▶ _EXERCISE OBJECTIVE_
Nothing in the records below may change; print them all exactly.

Stored data

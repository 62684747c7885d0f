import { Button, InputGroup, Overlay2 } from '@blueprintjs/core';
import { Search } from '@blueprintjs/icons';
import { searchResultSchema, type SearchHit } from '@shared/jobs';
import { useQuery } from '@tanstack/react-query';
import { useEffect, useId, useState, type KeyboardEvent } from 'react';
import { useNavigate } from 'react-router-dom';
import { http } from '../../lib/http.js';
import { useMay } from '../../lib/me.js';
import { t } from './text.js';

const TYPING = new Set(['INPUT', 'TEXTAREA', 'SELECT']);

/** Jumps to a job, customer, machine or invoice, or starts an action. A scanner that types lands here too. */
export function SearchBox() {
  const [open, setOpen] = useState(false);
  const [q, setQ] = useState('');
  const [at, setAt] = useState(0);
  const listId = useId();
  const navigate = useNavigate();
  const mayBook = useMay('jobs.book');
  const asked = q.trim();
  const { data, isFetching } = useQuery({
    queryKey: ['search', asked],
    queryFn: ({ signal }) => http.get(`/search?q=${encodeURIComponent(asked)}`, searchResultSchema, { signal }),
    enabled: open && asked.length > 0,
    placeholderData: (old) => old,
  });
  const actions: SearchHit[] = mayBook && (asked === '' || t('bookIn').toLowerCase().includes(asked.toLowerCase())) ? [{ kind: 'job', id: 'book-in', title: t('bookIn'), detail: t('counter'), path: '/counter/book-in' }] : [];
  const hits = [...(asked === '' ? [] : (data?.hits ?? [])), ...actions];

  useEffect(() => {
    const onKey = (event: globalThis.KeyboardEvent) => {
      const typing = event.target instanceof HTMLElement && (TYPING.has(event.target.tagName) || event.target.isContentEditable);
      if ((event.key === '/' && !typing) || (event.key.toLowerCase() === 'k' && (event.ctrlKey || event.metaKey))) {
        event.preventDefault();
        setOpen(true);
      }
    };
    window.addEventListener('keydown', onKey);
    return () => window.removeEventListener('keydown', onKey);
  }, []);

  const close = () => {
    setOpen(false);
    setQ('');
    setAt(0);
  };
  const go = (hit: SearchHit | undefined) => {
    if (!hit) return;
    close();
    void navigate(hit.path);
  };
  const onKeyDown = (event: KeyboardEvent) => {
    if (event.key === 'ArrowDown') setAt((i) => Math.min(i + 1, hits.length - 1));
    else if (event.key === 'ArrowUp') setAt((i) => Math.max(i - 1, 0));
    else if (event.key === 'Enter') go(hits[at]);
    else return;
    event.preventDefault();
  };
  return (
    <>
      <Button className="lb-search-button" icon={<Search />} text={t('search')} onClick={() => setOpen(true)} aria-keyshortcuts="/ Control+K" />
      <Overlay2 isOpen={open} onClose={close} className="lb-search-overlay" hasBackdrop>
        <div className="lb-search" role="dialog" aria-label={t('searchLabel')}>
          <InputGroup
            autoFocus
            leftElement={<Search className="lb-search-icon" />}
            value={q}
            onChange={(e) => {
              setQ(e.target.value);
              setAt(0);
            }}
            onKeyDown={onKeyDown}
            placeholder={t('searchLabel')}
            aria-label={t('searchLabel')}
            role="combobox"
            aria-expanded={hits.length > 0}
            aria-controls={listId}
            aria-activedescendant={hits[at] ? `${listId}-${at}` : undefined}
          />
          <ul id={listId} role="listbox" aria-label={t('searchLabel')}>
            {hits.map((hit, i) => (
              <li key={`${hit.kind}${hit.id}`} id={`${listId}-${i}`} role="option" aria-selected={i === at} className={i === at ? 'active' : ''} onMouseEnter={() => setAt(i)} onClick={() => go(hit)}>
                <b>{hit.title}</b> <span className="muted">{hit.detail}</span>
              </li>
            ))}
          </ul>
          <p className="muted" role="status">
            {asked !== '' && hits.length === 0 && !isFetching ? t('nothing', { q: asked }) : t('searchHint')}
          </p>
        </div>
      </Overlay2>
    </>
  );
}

▶ _SOLUTION TO THE EXERCISE_
repository 62684747c7885d0f
import { Button, InputGroup, Overlay2 } from '@blueprintjs/core';
import { Search } from '@blueprintjs/icons';
import { searchResultSchema, type SearchHit } from '@shared/jobs';
import { useQuery } from '@tanstack/react-query';
import { useEffect, useId, useState, type KeyboardEvent } from 'react';
import { useNavigate } from 'react-router-dom';
import { http } from '../../lib/http.js';
import { useMay } from '../../lib/me.js';
import { t } from './text.js';

const TYPING = new Set(['INPUT', 'TEXTAREA', 'SELECT']);

/** Jumps to a job, customer, machine or invoice, or starts an action. A scanner that types lands here too. */
export function SearchBox() {
  const [open, setOpen] = useState(false);
  const [q, setQ] = useState('');
  const [at, setAt] = useState(0);
  const listId = useId();
  const navigate = useNavigate();
  const mayBook = useMay('jobs.book');
  const asked = q.trim();
  const { data, isFetching } = useQuery({
    queryKey: ['search', asked],
    queryFn: ({ signal }) => http.get(`/search?q=${encodeURIComponent(asked)}`, searchResultSchema, { signal }),
    enabled: open && asked.length > 0,
    placeholderData: (old) => old,
  });
  const actions: SearchHit[] = mayBook && (asked === '' || t('bookIn').toLowerCase().includes(asked.toLowerCase())) ? [{ kind: 'job', id: 'book-in', title: t('bookIn'), detail: t('counter'), path: '/counter/book-in' }] : [];
  const hits = [...(asked === '' ? [] : (data?.hits ?? [])), ...actions];

  useEffect(() => {
    const onKey = (event: globalThis.KeyboardEvent) => {
      const typing = event.target instanceof HTMLElement && (TYPING.has(event.target.tagName) || event.target.isContentEditable);
      if ((event.key === '/' && !typing) || (event.key.toLowerCase() === 'k' && (event.ctrlKey || event.metaKey))) {
        event.preventDefault();
        setOpen(true);
      }
    };
    window.addEventListener('keydown', onKey);
    return () => window.removeEventListener('keydown', onKey);
  }, []);

  const close = () => {
    setOpen(false);
    setQ('');
    setAt(0);
  };
  const go = (hit: SearchHit | undefined) => {
    if (!hit) return;
    close();
    void navigate(hit.path);
  };
  const onKeyDown = (event: KeyboardEvent) => {
    if (event.key === 'ArrowDown') setAt((i) => Math.min(i + 1, hits.length - 1));
    else if (event.key === 'ArrowUp') setAt((i) => Math.max(i - 1, 0));
    else if (event.key === 'Enter') go(hits[at]);
    else return;
    event.preventDefault();
  };
  return (
    <>
      <Button className="lb-search-button" icon={<Search />} text={t('search')} onClick={() => setOpen(true)} aria-keyshortcuts="/ Control+K" />
      <Overlay2 isOpen={open} onClose={close} className="lb-search-overlay" hasBackdrop>
        <div className="lb-search" role="dialog" aria-label={t('searchLabel')}>
          <InputGroup
            autoFocus
            leftElement={<Search className="lb-search-icon" />}
            value={q}
            onChange={(e) => {
              setQ(e.target.value);
              setAt(0);
            }}
            onKeyDown={onKeyDown}
            placeholder={t('searchLabel')}
            aria-label={t('searchLabel')}
            role="combobox"
            aria-expanded={hits.length > 0}
            aria-controls={listId}
            aria-activedescendant={hits[at] ? `${listId}-${at}` : undefined}
          />
          <ul id={listId} role="listbox" aria-label={t('searchLabel')}>
            {hits.map((hit, i) => (
              <li key={`${hit.kind}${hit.id}`} id={`${listId}-${i}`} role="option" aria-selected={i === at} className={i === at ? 'active' : ''} onMouseEnter={() => setAt(i)} onClick={() => go(hit)}>
                <b>{hit.title}</b> <span className="muted">{hit.detail}</span>
              </li>
            ))}
          </ul>
          <p className="muted" role="status">
            {asked !== '' && hits.length === 0 && !isFetching ? t('nothing', { q: asked }) : t('searchHint')}
          </p>
        </div>
      </Overlay2>
    </>
  );
}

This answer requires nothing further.